The investigation of DDIs between ARVs and anti-TB agents is relevant, as HIV-infected individuals coinfected with TB have risk of treatment failure and the clinical management of therapies is complex. We were able to optimize PBPK models to identify the impact of the DDIs between rifampicin and the LA IM ARVs cabotegravir and rilpivirine. This study represents a potentially valuable example of the use of PBPK modeling to investigate difficult clinical scenarios through the understanding of molecular processes underpinning pharmacokinetics—that is, physiochemical and/or metabolic processes including enzyme induction and inhibition. Rifampicin induces both CYP and UGT metabolism, and coadministration of the LA ARVs could result in clinically significant DDIs. The interactions between cabotegravir and rifampicin or rilpivirine and rifampicin have been investigated previously, but only for the oral formulations of all 3 drugs [10, 34]. The IM doses and release rates of existing LA formulations of cabotegravir and rilpivirine used in the LATTE-2 phase 2 studies were used to simulate the pharmacokinetic effects of rifampicin [9].
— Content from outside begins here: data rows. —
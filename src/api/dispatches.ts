import { z } from 'zod'
import type { Contact, ContactInput, Dispatch, DispatchInput } from '#shared/contracts/dispatch'
import { contact, dispatch } from '#shared/contracts/dispatch'
import { request } from './http'

export const listContacts = (projectId: string): Promise<Contact[]> =>
  request(z.array(contact), 'GET', `/api/projects/${projectId}/contacts`)

export const createContact = (projectId: string, input: ContactInput, idempotencyKey: string): Promise<Contact> =>
  request(contact, 'POST', `/api/projects/${projectId}/contacts`, { body: input, idempotencyKey })

export const listDispatches = (projectId: string): Promise<Dispatch[]> =>
  request(z.array(dispatch), 'GET', `/api/projects/${projectId}/dispatches`)

/** Dispatches addressed to the person who is signed in. */
export const listReceived = (): Promise<Dispatch[]> => request(z.array(dispatch), 'GET', '/api/dispatches')

export const createDispatch = (projectId: string, input: DispatchInput, idempotencyKey: string): Promise<Dispatch> =>
  request(dispatch, 'POST', `/api/projects/${projectId}/dispatches`, { body: input, idempotencyKey })

export const reportAddress = (dispatchId: string): string => `/api/dispatches/${dispatchId}/report.pdf`

/** The report as a page; the server puts it into a sandbox. */
export const reportPageAddress = (dispatchId: string): string => `/api/dispatches/${dispatchId}/report.html`
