import { z } from 'zod'
import type { Project, ProjectInput, ProjectSheet, ProjectSummary } from '#shared/contracts/project'
import { project, projectSheet, projectSummary } from '#shared/contracts/project'
import type { ProjectReading } from '#shared/contracts/projectReading'
import { projectReading } from '#shared/contracts/projectReading'
import { request } from './http'

export const listProjects = (): Promise<ProjectSummary[]> => request(z.array(projectSummary), 'GET', '/api/projects')

export const createProject = (input: ProjectInput, idempotencyKey: string): Promise<Project> =>
  request(project, 'POST', '/api/projects', { body: input, idempotencyKey })

export const readProjectSheet = (id: string): Promise<ProjectSheet> => request(projectSheet, 'GET', `/api/projects/${id}`)

/** For a developer or an engineer the project is shared with. */
export const readProjectReading = (id: string): Promise<ProjectReading> =>
  request(projectReading, 'GET', `/api/projects/${id}/reading`)

export const changeProject = (id: string, version: number, input: ProjectInput, keepalive = false): Promise<Project> =>
  request(project, 'PUT', `/api/projects/${id}`, { body: input, version, keepalive })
Our simulated results were in agreement with the values reported for the pharmacokinetics of oral and IM formulations. The drug interaction between LA cabotegravir and rifampicin can be classified as weak (20%–50% decrease in AUC) and strong between LA rilpivirine and rifampicin (>80% decrease in AUC) according to the US Food and Drug Administration (FDA) [12]. In both these DDIs, 95% of simulated patients were predicted to have Ctrough values below the average plasma concentrations achieved without a DDI. Cabotegravir concentrations were maintained above the protein binding–adjusted 90% inhibitory concentration (IC90) value of 166 ng/mL [8], whereas rilpivirine concentrations drop further below the protein binding–adjusted IC90 value of 12 ng/mL [35]. Conversely, the interaction between LA cabotegravir at steady-state and oral rifampicin resulted in a >80% reduction in AUC, which can be classified as strong. Overall, these predictions would indicate that the coadministration of rifampicin with both LA rilpivirine and cabotegravir results in subtherapeutic concentrations and would likely lead to a recommendation that this coadministration be avoided.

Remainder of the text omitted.